Testing for Infertility When Having Trouble Conceivingby Katlyn Joy
An estimated 6.1 million American couples, or 10 percent of those of childbearing age, are infertile. Infertility is when a couple has not been successful in conceiving after a year of trying. However, if the woman is over the age of 35, help should be sought after six months of attempting to conceive.
Both the man and the woman will need to undergo evaluation for fertility issues. Men are responsible in half of all cases, so it is definitely not just a female problem. According to the American Pregnancy Association, men alone are the factor in infertility in about 30 percent of cases, and male and female factors are combined in another third of infertility cases.
Male Fertility Testing
Besides a general physical examination, a semen analysis is the most common fertility test for males. Sperm is collected in a container and sent to a lab for testing for sperm count, mobility, viability and normality. While half of male infertility cases are treatable, sometimes further testing is required.
Should the sperm count be low, testing will probably be performed to check blood testosterone, follicle stimulating hormone , luteinizing hormone and prolactin levels.
A urinanalysis may be done to check for infection which would result in white blood cells in the urine. Sperm in urine would indicate retrograde ejaculation.
Occasionally more detailed testing is required, such as sperm agglutination where the the sperm is checked for clumping . Another less common test would be hemizona assay, which looks into the ability of sperm to penetrate an egg.
Sometimes a testicular biopsy is performed to determine how well sperm is produced, and vasography checks for leaking of sperm by way of x-ray. Ultrasound may be used to check on any damage involving the male reproductive tract.
Causes of Male Infertility
- Varicocele. The most common problem in male infertility occurs when the veins in the scrotum increase the temperature and reduce sperm production.
- A blockage in the reproductive system
- Low sperm count or abnormally shaped sperm
- Undescended testicle
A woman should be keeping track of her menstrual cycles, and when she seems to be ovulating. A physical examination will be required including a pelvic examination complete with a Pap test and a thorough medical history will be gathered as well.
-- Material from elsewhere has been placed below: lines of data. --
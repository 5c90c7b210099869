"""Drawn signatures and codes, read back from the drawn page."""

from __future__ import annotations

import subprocess
from collections.abc import Callable
from io import BytesIO
from pathlib import Path

import pytest
import segno
from hypothesis import given
from hypothesis import strategies as st
from PIL import Image
from reportlab.pdfgen.canvas import Canvas
from reportlab.platypus import Flowable

from fieldlog.errors import InputError
from fieldlog.reports import fonts
from fieldlog.reports.qr import QrCode
from fieldlog.reports.strokes import Strokes, segments

Run = Callable[..., "subprocess.CompletedProcess[str]"]


def picture(flowable: Flowable, run_program: Run, folder: Path) -> Image.Image:
    """Draw a flowable on a sheet of 200 by 100 points and return it, four pixels a point."""
    output = BytesIO()
    canvas = Canvas(output, pagesize=(200, 100), initialFontName=fonts.REGULAR)
    flowable.drawOn(canvas, 0, 0)
    canvas.save()
    (folder / "drawn.pdf").write_bytes(output.getvalue())
    run_program("pdftoppm", "-r", "288", "-gray", "-singlefile", folder / "drawn.pdf", folder / "drawn")
    with Image.open(folder / "drawn.pgm") as opened:
        return opened.copy()


def test_moves_lines_and_curves_are_read_with_commas_spaces_and_none() -> None:
    (move, line, curve) = segments("M 10,20.5L-3 .5C1 2,3-4 5e1 6")
    assert (move.letter, move.points) == ("M", ((10.0, 20.5),))
    assert (line.letter, line.points) == ("L", ((-3.0, 0.5),))
    assert (curve.letter, curve.points) == ("C", ((1.0, 2.0), (3.0, -4.0), (50.0, 6.0)))


def test_pairs_after_a_move_are_lines() -> None:
    assert [segment.letter for segment in segments("M1 2 3 4 5 6 L7 8 9 10")] == ["M", "L", "L", "L", "L"]


@pytest.mark.parametrize(
    "path",
    [
        "",
        "L1 2",
        "M1",
        "M1 2 L3",
        "M1 2 C1 2 3 4 5",
        "M1 2 A3 4",
        "m1 2",
        "M1 2z",
        "M1 2 <b>",
        "M1 2 L1e300 4",
        "M M",
        "3 4",
    ],
)
def test_what_is_no_signature_is_refused(path: str) -> None:
    with pytest.raises(InputError, match="sign again"):
        segments(path)


@given(st.text(st.sampled_from("MLC0123456789.,-+e \n"), max_size=60))
def test_any_path_is_read_or_refused(path: str) -> None:
    try:
        found = segments(path)
    except InputError:
        return
    canvas = Canvas(BytesIO(), pagesize=(200, 100), initialFontName=fonts.REGULAR)
    Strokes(found, 180.0, 46.0).drawOn(canvas, 5, 5)
    canvas.save()


def test_a_signature_is_drawn_upright_and_within_its_box(run_program: Run, tmp_path: Path) -> None:
    # A flat stroke at the top of the path, then down at its right end.
    drawn = picture(Strokes(segments("M10 10 L190 10 L190 90"), 180.0, 84.0), run_program, tmp_path)
    dark = [(x, y) for x in range(drawn.width) for y in range(drawn.height) if drawn.getpixel((x, y)) < 90]
    top = min(y for _, y in dark)
    assert {x for x, y in dark if y <= top + 2} >= set(range(20, 600))
    assert max(x for x, _ in dark) <= 184 * 4
    assert min(x for x, y in dark if y > 300) > 700


@pytest.mark.parametrize("path", ["M5 5", "M5 5 L5 5", "M5 5 L9 5", "M5 5 L5 9"])
def test_a_dot_and_a_straight_stroke_are_drawn(path: str, run_program: Run, tmp_path: Path) -> None:
    picture(Strokes(segments(path), 180.0, 46.0), run_program, tmp_path)


def test_the_code_on_paper_is_the_code(run_program: Run, tmp_path: Path) -> None:
    address = "https://log.reedbank.example/verify/7c1fe0b3a95d24c8"
    wanted = [bytes(row) for row in segno.make(address, error="m", micro=False).matrix]
    drawn = picture(QrCode(address, 90.0), run_program, tmp_path)
    square = 90.0 * 4 / len(wanted)
    bottom = drawn.height
    for down, row in enumerate(wanted):
        for across, is_dark in enumerate(row):
            at = (int((across + 0.5) * square), int(bottom - 360 + (down + 0.5) * square))
            assert (drawn.getpixel(at) < 128) == bool(is_dark), (down, across)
Topics like menstrual history, pregnancy, miscarriages and abortions will be noted, general health issues and medications discussed, as well as the patient's history of sexually transmitted diseases or infections and birth control usage.
Certain tests are routinely performed such as a test to determine if and when ovulation is occurring. Often times a woman is asked to use a home test kit for ovulation which that tests for luteinizing hormone. The test will predict when ovulation is about to occur, and when used alongside charting her basal body temperature daily at the same time, it is a good way to time intercourse to coincide with ovulation.
Another familiar routine for a fertility work up is for women to see the fertility specialist on day 3 of her cycle and to take a test to measure FSH and LH to pinpoint ovulation. The second fertility appointment will be set for when the LH surge is expected, prior to ovulation.
Female Fertility Tests
Cervical mucus test - looks at the cervical mucus to determine if it is problematic in achieving a pregnancy. It is performed following sex, or post-coital mucus test, and will determine if sperm is having a difficult time either penetrating it or surviving in it.
Hormone testing will be done to determine levels of chemicals in the body such as androstenedione, DHEAs, estradiol, FSH, Free T3, LH, prolactin, progesterone, and total and free testosterone.
Ultrasound testing will be performed to observe the thickness of the endometrium or the uterine lining, check the condition of the ovaries, uterus and fallopian tubes and to observe whether an egg is being released.
Next Level Fertility Testing
If these tests indicate problems, the next step will be dependent on the problems found. Sometimes, a simple procedure can clear a blockage, or remedy a hormone imbalance. However, if the preliminary testing reveals normal results further testing will be done. These would include:
- Hysterosalpingogram or HSG. This test consists of x-raying the uterus and fallopian tubes to check for abnormalities or blockages.
- Laparoscopy. This procedure is used to view the uterus, fallopian tubes and ovaries. A thin tube with a camera is inserted through the abdomen and the physician will check for scar tissue, damage, or endometriosis.
- Endometrial biopsy. A small section of the uterine lining is cut and checked for hormonal imbalances.
- Ovarian reserve testing. Tests to make sure the eggs are suitable and capable of producing a pregnancy.
- Genetic testing. Sometimes a genetic issue may be the culprit behind a couple's infertility issues.
For women the most common causes of infertility include advanced age, blockages in the fallopian tubes, and endometriosis. Over one-fourth of couples have more than one problem contributing to their difficulties in conceiving. In over 30 percent of couples, no known cause is determined.
When undergoing testing, couples should be prepared for some time to be invested in the process perhaps several months. Treatment options will be dependent on the cause and the individual health of the couple.